Task description:
Word for word, set down every line of the entries below from the line with "import pytest" to the line with "store * gene", including both, and no other line.

Material for the task:
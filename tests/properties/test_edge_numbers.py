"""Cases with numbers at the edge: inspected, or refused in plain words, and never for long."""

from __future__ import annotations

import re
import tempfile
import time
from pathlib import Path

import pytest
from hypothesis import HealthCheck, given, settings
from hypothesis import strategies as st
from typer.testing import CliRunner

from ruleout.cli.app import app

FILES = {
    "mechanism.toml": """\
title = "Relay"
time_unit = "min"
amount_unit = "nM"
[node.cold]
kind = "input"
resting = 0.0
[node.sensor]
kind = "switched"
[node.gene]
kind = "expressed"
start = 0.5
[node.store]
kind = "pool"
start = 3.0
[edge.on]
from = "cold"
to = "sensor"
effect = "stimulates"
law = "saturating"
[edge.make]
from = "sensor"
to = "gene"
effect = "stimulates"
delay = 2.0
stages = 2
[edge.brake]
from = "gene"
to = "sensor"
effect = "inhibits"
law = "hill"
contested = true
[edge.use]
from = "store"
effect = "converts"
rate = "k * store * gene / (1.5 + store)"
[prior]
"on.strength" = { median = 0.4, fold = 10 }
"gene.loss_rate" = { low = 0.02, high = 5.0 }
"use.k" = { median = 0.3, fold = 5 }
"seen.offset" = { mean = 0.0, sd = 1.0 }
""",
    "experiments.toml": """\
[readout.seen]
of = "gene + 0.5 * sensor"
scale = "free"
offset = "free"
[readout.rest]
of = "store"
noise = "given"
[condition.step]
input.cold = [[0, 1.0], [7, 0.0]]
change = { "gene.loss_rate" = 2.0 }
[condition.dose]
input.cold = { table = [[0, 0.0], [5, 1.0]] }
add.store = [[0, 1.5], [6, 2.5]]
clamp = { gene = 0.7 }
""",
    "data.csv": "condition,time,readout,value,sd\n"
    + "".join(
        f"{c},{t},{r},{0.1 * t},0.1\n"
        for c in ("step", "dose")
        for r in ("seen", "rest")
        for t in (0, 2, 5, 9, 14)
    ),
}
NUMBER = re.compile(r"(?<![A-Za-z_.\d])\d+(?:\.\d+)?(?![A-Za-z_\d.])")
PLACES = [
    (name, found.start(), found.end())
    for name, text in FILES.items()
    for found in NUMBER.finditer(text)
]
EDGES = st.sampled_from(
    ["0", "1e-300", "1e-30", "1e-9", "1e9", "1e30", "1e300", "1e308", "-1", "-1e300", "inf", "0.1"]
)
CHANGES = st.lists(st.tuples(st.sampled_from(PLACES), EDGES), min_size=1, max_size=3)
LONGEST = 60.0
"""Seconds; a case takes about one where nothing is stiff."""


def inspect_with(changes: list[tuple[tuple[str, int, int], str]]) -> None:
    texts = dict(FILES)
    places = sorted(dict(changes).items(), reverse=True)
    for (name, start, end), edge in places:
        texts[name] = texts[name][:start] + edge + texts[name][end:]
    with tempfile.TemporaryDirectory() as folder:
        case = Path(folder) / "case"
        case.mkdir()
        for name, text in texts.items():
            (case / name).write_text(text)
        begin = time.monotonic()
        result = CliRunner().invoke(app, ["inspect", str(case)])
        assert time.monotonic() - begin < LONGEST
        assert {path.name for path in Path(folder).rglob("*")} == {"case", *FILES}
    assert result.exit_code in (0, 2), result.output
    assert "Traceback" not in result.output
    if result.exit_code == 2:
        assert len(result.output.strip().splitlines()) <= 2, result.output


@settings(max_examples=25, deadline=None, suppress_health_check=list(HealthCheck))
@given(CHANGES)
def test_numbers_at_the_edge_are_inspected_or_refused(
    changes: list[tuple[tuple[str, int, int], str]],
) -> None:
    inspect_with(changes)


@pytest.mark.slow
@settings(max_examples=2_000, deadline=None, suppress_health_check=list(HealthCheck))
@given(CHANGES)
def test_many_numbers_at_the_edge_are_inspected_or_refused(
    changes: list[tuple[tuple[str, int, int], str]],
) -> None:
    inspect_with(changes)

--

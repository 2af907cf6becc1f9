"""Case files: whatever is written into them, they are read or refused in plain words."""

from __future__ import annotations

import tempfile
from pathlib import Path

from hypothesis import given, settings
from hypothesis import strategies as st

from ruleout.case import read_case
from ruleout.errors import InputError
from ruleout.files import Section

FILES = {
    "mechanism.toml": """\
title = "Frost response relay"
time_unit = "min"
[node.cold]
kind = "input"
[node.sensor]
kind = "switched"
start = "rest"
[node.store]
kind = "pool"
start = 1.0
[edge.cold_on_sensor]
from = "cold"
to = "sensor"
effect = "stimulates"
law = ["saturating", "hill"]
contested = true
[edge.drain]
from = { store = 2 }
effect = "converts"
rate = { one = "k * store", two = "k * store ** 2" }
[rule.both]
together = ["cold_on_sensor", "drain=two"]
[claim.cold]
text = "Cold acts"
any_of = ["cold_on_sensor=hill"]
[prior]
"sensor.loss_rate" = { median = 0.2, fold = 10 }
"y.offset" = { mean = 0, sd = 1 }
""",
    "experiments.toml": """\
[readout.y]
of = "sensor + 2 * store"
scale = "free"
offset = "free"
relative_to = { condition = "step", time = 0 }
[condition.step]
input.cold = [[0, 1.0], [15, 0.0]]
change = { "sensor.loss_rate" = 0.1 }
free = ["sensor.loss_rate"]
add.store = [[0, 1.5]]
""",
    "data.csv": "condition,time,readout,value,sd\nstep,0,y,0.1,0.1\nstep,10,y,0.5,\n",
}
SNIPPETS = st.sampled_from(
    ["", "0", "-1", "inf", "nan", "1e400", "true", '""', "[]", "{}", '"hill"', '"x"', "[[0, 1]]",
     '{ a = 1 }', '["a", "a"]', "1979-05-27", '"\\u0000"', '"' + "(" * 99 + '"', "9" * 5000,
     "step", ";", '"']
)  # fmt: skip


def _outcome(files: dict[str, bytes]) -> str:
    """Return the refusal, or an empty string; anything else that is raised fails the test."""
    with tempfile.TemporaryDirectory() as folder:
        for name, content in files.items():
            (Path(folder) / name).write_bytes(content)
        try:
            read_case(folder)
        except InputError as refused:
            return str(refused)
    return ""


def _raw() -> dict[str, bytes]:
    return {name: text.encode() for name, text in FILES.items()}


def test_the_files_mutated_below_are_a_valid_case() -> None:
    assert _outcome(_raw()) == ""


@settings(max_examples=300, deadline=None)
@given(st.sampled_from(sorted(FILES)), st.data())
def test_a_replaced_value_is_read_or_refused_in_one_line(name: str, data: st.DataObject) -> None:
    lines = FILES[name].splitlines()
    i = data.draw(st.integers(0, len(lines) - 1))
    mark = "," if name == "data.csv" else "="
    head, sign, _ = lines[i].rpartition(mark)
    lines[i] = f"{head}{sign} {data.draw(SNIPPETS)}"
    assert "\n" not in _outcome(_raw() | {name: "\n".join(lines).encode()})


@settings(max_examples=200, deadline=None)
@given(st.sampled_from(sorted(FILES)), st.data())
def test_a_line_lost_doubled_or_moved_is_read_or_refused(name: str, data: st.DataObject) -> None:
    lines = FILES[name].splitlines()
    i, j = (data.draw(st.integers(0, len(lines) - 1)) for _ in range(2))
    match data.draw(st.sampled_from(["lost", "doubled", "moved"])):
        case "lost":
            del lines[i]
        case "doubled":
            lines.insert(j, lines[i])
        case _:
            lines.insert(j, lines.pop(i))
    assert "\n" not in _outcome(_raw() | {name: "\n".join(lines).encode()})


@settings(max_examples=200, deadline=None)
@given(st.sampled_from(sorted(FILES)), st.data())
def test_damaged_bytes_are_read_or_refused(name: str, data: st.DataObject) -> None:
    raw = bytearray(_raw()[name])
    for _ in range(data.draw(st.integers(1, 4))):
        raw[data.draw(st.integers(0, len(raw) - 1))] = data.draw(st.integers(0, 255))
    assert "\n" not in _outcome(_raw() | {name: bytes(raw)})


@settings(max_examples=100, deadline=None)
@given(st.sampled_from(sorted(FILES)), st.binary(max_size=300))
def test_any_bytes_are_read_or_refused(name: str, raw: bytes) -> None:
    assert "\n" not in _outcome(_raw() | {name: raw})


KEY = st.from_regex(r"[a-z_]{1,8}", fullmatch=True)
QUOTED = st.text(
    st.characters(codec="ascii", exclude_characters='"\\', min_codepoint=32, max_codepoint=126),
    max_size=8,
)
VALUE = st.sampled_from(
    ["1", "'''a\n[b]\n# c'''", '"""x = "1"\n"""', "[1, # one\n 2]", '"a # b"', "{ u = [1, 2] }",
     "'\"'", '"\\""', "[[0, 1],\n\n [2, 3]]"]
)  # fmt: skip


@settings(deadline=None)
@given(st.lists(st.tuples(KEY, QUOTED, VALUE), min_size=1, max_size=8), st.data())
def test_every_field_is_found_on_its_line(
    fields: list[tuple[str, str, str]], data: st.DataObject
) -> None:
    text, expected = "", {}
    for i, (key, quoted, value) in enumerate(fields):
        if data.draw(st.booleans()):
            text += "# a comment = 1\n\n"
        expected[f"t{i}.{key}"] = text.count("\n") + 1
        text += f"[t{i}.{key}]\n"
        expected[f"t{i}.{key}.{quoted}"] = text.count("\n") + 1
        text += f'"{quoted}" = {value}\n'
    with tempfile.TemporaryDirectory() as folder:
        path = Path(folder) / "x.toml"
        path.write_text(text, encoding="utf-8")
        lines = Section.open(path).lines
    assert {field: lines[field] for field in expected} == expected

Answer to the problem:
import pytest
from hypothesis import HealthCheck, given, settings
from hypothesis import strategies as st
from typer.testing import CliRunner

from ruleout.cli.app import app

FILES = {
    "mechanism.toml": """\
title = "Relay"
time_unit = "min"
amount_unit = "nM"
[node.cold]
kind = "input"
resting = 0.0
[node.sensor]
kind = "switched"
[node.gene]
kind = "expressed"
start = 0.5
[node.store]
kind = "pool"
start = 3.0
[edge.on]
from = "cold"
to = "sensor"
effect = "stimulates"
law = "saturating"
[edge.make]
from = "sensor"
to = "gene"
effect = "stimulates"
delay = 2.0
stages = 2
[edge.brake]
from = "gene"
to = "sensor"
effect = "inhibits"
law = "hill"
contested = true
[edge.use]
from = "store"
effect = "converts"
rate = "k * store * gene / (1.5 + store)"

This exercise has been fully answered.